→ PROBLEM TO WORK ON:
Out of the data below, copy every line with the string "CategoryRow".

→ EXERCISE MATERIALS:
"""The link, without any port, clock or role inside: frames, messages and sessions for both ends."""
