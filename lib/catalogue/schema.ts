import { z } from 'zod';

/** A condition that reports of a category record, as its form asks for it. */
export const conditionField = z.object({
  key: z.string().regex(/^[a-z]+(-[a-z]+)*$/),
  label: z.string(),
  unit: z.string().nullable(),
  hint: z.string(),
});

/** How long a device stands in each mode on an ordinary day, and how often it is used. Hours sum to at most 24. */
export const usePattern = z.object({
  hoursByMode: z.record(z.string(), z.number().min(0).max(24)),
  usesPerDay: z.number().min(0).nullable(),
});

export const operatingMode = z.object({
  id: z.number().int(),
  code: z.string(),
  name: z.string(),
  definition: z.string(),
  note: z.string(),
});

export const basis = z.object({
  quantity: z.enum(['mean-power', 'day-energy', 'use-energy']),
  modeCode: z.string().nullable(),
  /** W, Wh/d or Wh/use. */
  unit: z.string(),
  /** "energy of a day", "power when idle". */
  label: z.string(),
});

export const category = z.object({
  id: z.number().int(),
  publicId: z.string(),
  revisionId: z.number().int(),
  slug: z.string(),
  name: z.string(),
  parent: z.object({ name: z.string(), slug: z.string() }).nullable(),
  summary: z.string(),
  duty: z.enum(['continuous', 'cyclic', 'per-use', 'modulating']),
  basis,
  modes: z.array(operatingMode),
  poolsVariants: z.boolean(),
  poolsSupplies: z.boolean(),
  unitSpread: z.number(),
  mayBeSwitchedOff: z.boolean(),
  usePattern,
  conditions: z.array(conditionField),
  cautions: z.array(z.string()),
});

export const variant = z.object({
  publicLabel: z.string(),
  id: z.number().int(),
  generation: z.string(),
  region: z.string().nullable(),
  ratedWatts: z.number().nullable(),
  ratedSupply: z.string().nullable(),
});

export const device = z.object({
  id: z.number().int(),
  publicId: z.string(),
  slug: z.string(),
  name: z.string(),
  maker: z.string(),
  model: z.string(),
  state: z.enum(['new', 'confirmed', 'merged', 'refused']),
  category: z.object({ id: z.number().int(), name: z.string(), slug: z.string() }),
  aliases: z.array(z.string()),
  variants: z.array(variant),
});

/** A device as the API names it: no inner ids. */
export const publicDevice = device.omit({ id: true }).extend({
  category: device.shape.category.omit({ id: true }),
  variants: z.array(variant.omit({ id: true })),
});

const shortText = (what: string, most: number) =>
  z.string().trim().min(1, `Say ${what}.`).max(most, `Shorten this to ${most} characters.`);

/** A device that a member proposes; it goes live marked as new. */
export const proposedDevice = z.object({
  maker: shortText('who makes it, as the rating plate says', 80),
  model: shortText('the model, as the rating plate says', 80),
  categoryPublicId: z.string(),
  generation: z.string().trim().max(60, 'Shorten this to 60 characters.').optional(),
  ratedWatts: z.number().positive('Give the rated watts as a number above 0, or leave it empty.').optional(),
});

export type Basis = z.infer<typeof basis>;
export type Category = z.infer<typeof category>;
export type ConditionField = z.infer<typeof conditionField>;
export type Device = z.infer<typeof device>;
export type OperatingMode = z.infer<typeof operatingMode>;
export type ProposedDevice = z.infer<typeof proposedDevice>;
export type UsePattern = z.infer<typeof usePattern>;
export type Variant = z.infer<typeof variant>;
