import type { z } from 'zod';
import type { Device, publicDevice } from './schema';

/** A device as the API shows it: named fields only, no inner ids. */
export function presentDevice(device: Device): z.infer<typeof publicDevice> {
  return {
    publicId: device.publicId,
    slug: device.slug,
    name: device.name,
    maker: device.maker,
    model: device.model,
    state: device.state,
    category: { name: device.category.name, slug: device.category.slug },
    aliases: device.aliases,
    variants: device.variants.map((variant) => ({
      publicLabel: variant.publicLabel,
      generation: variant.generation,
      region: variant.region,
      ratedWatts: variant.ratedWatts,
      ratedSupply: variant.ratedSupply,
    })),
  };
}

...

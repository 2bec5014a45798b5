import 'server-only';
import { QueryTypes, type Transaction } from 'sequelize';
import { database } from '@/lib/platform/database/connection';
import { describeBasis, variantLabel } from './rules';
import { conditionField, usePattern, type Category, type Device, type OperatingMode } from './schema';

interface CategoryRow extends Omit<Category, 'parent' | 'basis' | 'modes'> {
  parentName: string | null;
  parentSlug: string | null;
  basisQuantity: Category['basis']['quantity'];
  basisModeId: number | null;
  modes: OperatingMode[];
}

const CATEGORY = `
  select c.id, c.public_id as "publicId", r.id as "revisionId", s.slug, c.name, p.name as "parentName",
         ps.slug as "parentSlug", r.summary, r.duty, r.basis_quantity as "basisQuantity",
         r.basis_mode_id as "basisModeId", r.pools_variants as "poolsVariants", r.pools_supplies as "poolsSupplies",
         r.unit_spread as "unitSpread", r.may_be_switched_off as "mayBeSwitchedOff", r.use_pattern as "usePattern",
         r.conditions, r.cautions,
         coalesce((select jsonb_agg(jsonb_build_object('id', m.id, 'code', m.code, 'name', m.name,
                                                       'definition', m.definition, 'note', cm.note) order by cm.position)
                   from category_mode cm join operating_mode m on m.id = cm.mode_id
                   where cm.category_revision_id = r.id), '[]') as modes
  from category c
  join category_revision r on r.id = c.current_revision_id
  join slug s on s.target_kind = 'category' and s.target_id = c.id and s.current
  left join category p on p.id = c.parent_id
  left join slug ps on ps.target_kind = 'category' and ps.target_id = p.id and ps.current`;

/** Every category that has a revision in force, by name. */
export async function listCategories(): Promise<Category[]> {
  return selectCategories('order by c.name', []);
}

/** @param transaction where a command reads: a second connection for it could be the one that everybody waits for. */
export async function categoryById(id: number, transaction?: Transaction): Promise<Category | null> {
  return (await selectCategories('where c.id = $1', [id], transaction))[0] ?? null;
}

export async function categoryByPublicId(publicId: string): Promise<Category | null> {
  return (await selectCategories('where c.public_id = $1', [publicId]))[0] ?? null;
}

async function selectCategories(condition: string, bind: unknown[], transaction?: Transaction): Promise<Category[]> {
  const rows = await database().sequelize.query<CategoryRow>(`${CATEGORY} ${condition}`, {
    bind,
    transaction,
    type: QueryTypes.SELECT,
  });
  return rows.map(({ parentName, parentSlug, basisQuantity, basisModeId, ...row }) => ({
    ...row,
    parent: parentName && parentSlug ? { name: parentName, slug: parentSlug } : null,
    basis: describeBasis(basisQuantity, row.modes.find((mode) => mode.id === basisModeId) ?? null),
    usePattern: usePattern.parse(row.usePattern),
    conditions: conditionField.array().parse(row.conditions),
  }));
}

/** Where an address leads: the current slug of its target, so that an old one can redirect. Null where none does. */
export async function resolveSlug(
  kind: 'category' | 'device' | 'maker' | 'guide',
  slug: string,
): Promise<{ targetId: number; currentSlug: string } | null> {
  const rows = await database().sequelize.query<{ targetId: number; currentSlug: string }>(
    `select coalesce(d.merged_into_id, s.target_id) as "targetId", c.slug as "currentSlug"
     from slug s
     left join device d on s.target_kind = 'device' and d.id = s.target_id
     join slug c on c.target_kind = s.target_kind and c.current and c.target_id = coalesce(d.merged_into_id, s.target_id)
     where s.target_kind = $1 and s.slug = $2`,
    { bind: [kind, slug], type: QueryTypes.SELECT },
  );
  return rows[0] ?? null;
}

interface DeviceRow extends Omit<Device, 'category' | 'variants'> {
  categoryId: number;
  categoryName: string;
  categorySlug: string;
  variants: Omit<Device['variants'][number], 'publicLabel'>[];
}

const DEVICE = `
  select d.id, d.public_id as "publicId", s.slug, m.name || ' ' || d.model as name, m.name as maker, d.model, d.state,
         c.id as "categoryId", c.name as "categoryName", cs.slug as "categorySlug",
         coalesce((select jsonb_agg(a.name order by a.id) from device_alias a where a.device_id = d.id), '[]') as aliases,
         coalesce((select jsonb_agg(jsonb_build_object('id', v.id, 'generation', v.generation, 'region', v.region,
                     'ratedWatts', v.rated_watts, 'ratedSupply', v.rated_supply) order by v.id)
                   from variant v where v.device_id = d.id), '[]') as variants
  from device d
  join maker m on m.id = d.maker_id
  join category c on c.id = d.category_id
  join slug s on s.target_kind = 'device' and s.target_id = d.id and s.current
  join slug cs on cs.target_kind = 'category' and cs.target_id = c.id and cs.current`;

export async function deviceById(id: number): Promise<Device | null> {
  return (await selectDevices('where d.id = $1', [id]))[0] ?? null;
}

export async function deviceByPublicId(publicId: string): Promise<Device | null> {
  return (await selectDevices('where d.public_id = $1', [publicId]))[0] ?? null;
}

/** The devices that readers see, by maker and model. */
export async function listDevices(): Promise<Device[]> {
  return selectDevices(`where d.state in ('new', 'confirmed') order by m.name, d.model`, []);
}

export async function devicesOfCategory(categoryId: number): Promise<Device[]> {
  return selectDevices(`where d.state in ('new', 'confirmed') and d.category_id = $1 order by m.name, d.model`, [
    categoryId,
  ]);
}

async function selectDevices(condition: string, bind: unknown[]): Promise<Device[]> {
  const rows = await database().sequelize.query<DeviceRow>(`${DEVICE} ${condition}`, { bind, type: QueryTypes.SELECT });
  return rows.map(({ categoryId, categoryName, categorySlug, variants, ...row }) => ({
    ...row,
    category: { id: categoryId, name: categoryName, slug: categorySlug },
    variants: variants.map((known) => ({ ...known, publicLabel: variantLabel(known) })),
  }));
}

...

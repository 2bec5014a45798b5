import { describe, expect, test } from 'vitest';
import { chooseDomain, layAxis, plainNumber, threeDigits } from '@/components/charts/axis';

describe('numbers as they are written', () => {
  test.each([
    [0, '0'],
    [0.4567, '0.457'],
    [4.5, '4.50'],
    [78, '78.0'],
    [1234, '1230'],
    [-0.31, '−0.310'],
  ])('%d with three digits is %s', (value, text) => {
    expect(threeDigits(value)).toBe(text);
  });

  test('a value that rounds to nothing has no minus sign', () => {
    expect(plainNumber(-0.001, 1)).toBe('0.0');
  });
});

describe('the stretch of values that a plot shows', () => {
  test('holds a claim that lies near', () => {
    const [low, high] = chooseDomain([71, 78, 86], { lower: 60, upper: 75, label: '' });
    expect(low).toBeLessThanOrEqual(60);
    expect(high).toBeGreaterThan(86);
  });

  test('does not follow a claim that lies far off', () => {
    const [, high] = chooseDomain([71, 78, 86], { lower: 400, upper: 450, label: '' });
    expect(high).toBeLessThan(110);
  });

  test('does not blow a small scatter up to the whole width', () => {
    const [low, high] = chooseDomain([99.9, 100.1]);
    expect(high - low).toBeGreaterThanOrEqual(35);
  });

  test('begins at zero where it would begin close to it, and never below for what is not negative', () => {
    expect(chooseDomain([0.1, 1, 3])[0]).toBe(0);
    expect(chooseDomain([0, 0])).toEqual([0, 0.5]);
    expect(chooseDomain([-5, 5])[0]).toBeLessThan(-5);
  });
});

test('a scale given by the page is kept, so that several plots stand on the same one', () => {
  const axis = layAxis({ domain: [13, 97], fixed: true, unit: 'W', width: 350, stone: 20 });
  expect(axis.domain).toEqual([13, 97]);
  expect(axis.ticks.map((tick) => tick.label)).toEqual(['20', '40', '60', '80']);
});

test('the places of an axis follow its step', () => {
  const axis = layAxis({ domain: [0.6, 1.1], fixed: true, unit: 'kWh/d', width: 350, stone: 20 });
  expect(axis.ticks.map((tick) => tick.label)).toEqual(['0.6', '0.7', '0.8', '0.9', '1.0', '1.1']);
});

→ COMPLETED EXERCISE:
interface CategoryRow extends Omit<Category, 'parent' | 'basis' | 'modes'> {
  const rows = await database().sequelize.query<CategoryRow>(`${CATEGORY} ${condition}`, {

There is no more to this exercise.